package mechanics

import (
	"math"
)

// Body is the athlete the segment model is scaled to.
type Body struct {
	StatureM float64 // 0.5..2.5 m
	MassKG   float64 // 0 = unknown (segment masses are then 0); else 10..250 kg
	Sex      Sex     // informational: the table given to BodyCOM decides the parameters
	Depths   Depths  // sagittal thicknesses; zero fields take DefaultDepths
}

// Point is a position in the sagittal plane, metres: x horizontal, z up.
type Point struct {
	XM float64
	ZM float64
}

// SegmentCOM is one segment's share of the whole-body result.
type SegmentCOM struct {
	Segment      Segment
	MassFraction float64 // of body mass
	MassKG       float64 // 0 when the body mass is unknown
	LengthM      float64
	COM          Point // relative to the apex
}

// COMResult is the segment model's answer for one body in one posture. All
// positions are relative to the apex: the highest point of the midline of
// the head, trunk, thighs and shanks, which is where the model puts the bar
// (directly below it).
type COMResult struct {
	COM             Point // whole-body c.m., Σ mᵢrᵢ / Σ mᵢ
	Segments        [NumSegments]SegmentCOM
	ApexSegment     Segment // segment whose midline holds the apex
	DropM           float64 // s: c.m. below the apex (negative: above)
	UndersideDepthM float64 // d: from the apex straight down to the body's underside
	BelowUndersideM float64 // s − d: c.m. below the underside over the bar (negative: above it)
	NeedM           float64 // d − s: c.m. height needed above the bar with the apex over it
	COMHeightM      float64 // c.m. above the body's lowest surface point (standing: above the floor)
	MassKG          float64 // body mass used (0 if unknown)
}

// straightTrunkRad is the arch below which the trunk's slab is taken as a
// straight rectangle rather than an annular sector (whose radius L/θ would
// exceed 600 km); the difference is below 0.1 µm.
const straightTrunkRad = 1e-6

// BodyCOM computes the whole-body c.m. of the 14-segment model with the
// parameters of table, scaled to body, in posture.
//
// Model (2-D sagittal projection, left and right limbs superposed):
//   - Segment lengths are LengthFraction·stature. The head, thighs, shanks,
//     arms and feet are straight rigid segments; each c.m. lies on its
//     segment line at COMFraction from the end nearer the trunk.
//   - The trunk is a circular arc of central angle TrunkArchDeg and arc
//     length L_t, convex towards the belly. Its mass is spread along the arc
//     with the linear density ρ(u) ∝ 1 + 12(p − ½)(u − ½), u = 0 at the
//     upper end, which puts the straight trunk's c.m. at the table's
//     fraction p. The arc's c.m. is then, in closed form, with α = θ/2 and
//     the axis of symmetry vertical:
//     below the arc's midpoint: L_t·(1 − sin α/α)/(2α) (as in ArcDrop);
//     along the chord from the midpoint: L_t·12(p − ½)·(sin α − α cos α)/(4α³).
//   - The shoulder joint sits on the trunk arc at ShoulderFraction from the
//     upper end; the neck at the upper end; both hip joints at the lower end.
//     The feet hang below the ankle joints so the sole is AnkleHeight below
//     them, with the heel HeelFraction of the foot length behind.
//   - The whole body is turned by TrunkElevationDeg. The apex is the highest
//     midline point of head, trunk, thighs and shanks (ties go to the
//     trunk). Each segment is a slab of its depth (sagittal thickness),
//     with discs at the joints; the trunk's slab is the annular sector
//     between radii R ∓ depth/2 about its arc's centre. The underside over the bar is where the vertical line
//     through the apex leaves the body going down (d below the apex).
//
// Whole-body c.m. = Σ mᵢ rᵢ / Σ mᵢ (the table's fractions, which may sum to
// 0.9999). Limits: a rigid-segment, symmetric, planar model; real trunks
// bend mostly in the lumbar spine, and the depths are estimates unless the
// profile gives them.
func BodyCOM(body Body, posture Posture, table SegmentTable) (COMResult, error) {
	if err := checkStature(body.StatureM); err != nil {
		return COMResult{}, err
	}
	if body.MassKG != 0 {
		if err := inRange(FieldMass, body.MassKG, minMassKG, maxMassKG, "kg"); err != nil {
			return COMResult{}, err
		}
	}
	if err := posture.Validate(); err != nil {
		return COMResult{}, err
	}
	if err := table.validate(); err != nil {
		return COMResult{}, err
	}
	h := body.StatureM
	depth := body.Depths.kinds()
	defaults := defaultDepthFractions()
	for k := range depth {
		if depth[k] == 0 {
			depth[k] = defaults[k] * h
			continue
		}
		if err := positiveUpTo(FieldDepth, depth[k], 0.5*h, "m (half the stature)"); err != nil {
			err.(*InputError).Reason = SegmentKind(k).String() + " depth: " + err.(*InputError).Reason
			return COMResult{}, err
		}
	}
	var half [NumKinds]float64
	var length [NumKinds]float64
	for k := range half {
		half[k] = depth[k] / 2
		length[k] = table.Params[k].LengthFraction * h
	}

	m := buildModel(posture, table, length, half, h)
	return m.result(body, table, length)
}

.....

▶ What you will do
The entries shown above must be reproduced in full, exactly as written.

▶ The answer
package mechanics

import (
	"math"
)

// Body is the athlete the segment model is scaled to.
type Body struct {
	StatureM float64 // 0.5..2.5 m
	MassKG   float64 // 0 = unknown (segment masses are then 0); else 10..250 kg
	Sex      Sex     // informational: the table given to BodyCOM decides the parameters
	Depths   Depths  // sagittal thicknesses; zero fields take DefaultDepths
}

// Point is a position in the sagittal plane, metres: x horizontal, z up.
type Point struct {
	XM float64
	ZM float64
}

// SegmentCOM is one segment's share of the whole-body result.
type SegmentCOM struct {
	Segment      Segment
	MassFraction float64 // of body mass
	MassKG       float64 // 0 when the body mass is unknown
	LengthM      float64
	COM          Point // relative to the apex
}

// COMResult is the segment model's answer for one body in one posture. All
// positions are relative to the apex: the highest point of the midline of
// the head, trunk, thighs and shanks, which is where the model puts the bar
// (directly below it).
type COMResult struct {
	COM             Point // whole-body c.m., Σ mᵢrᵢ / Σ mᵢ
	Segments        [NumSegments]SegmentCOM
	ApexSegment     Segment // segment whose midline holds the apex
	DropM           float64 // s: c.m. below the apex (negative: above)
	UndersideDepthM float64 // d: from the apex straight down to the body's underside
	BelowUndersideM float64 // s − d: c.m. below the underside over the bar (negative: above it)
	NeedM           float64 // d − s: c.m. height needed above the bar with the apex over it
	COMHeightM      float64 // c.m. above the body's lowest surface point (standing: above the floor)
	MassKG          float64 // body mass used (0 if unknown)
}

// straightTrunkRad is the arch below which the trunk's slab is taken as a
// straight rectangle rather than an annular sector (whose radius L/θ would
// exceed 600 km); the difference is below 0.1 µm.
const straightTrunkRad = 1e-6

// BodyCOM computes the whole-body c.m. of the 14-segment model with the
// parameters of table, scaled to body, in posture.
//
// Model (2-D sagittal projection, left and right limbs superposed):
//   - Segment lengths are LengthFraction·stature. The head, thighs, shanks,
//     arms and feet are straight rigid segments; each c.m. lies on its
//     segment line at COMFraction from the end nearer the trunk.
//   - The trunk is a circular arc of central angle TrunkArchDeg and arc
//     length L_t, convex towards the belly. Its mass is spread along the arc
//     with the linear density ρ(u) ∝ 1 + 12(p − ½)(u − ½), u = 0 at the
//     upper end, which puts the straight trunk's c.m. at the table's
//     fraction p. The arc's c.m. is then, in closed form, with α = θ/2 and
//     the axis of symmetry vertical:
//     below the arc's midpoint: L_t·(1 − sin α/α)/(2α) (as in ArcDrop);
//     along the chord from the midpoint: L_t·12(p − ½)·(sin α − α cos α)/(4α³).
//   - The shoulder joint sits on the trunk arc at ShoulderFraction from the
//     upper end; the neck at the upper end; both hip joints at the lower end.
//     The feet hang below the ankle joints so the sole is AnkleHeight below
//     them, with the heel HeelFraction of the foot length behind.
//   - The whole body is turned by TrunkElevationDeg. The apex is the highest
//     midline point of head, trunk, thighs and shanks (ties go to the
//     trunk). Each segment is a slab of its depth (sagittal thickness),
//     with discs at the joints; the trunk's slab is the annular sector
//     between radii R ∓ depth/2 about its arc's centre. The underside over the bar is where the vertical line
//     through the apex leaves the body going down (d below the apex).
//
// Whole-body c.m. = Σ mᵢ rᵢ / Σ mᵢ (the table's fractions, which may sum to
// 0.9999). Limits: a rigid-segment, symmetric, planar model; real trunks
// bend mostly in the lumbar spine, and the depths are estimates unless the
// profile gives them.
func BodyCOM(body Body, posture Posture, table SegmentTable) (COMResult, error) {
	if err := checkStature(body.StatureM); err != nil {
		return COMResult{}, err
	}
	if body.MassKG != 0 {
		if err := inRange(FieldMass, body.MassKG, minMassKG, maxMassKG, "kg"); err != nil {
			return COMResult{}, err
		}
	}
	if err := posture.Validate(); err != nil {
		return COMResult{}, err
	}
	if err := table.validate(); err != nil {
		return COMResult{}, err
	}
	h := body.StatureM
	depth := body.Depths.kinds()
	defaults := defaultDepthFractions()
	for k := range depth {
		if depth[k] == 0 {
			depth[k] = defaults[k] * h
			continue
		}
		if err := positiveUpTo(FieldDepth, depth[k], 0.5*h, "m (half the stature)"); err != nil {
			err.(*InputError).Reason = SegmentKind(k).String() + " depth: " + err.(*InputError).Reason
			return COMResult{}, err
		}
	}
	var half [NumKinds]float64
	var length [NumKinds]float64
	for k := range half {
		half[k] = depth[k] / 2
		length[k] = table.Params[k].LengthFraction * h
	}

	m := buildModel(posture, table, length, half, h)
	return m.result(body, table, length)
}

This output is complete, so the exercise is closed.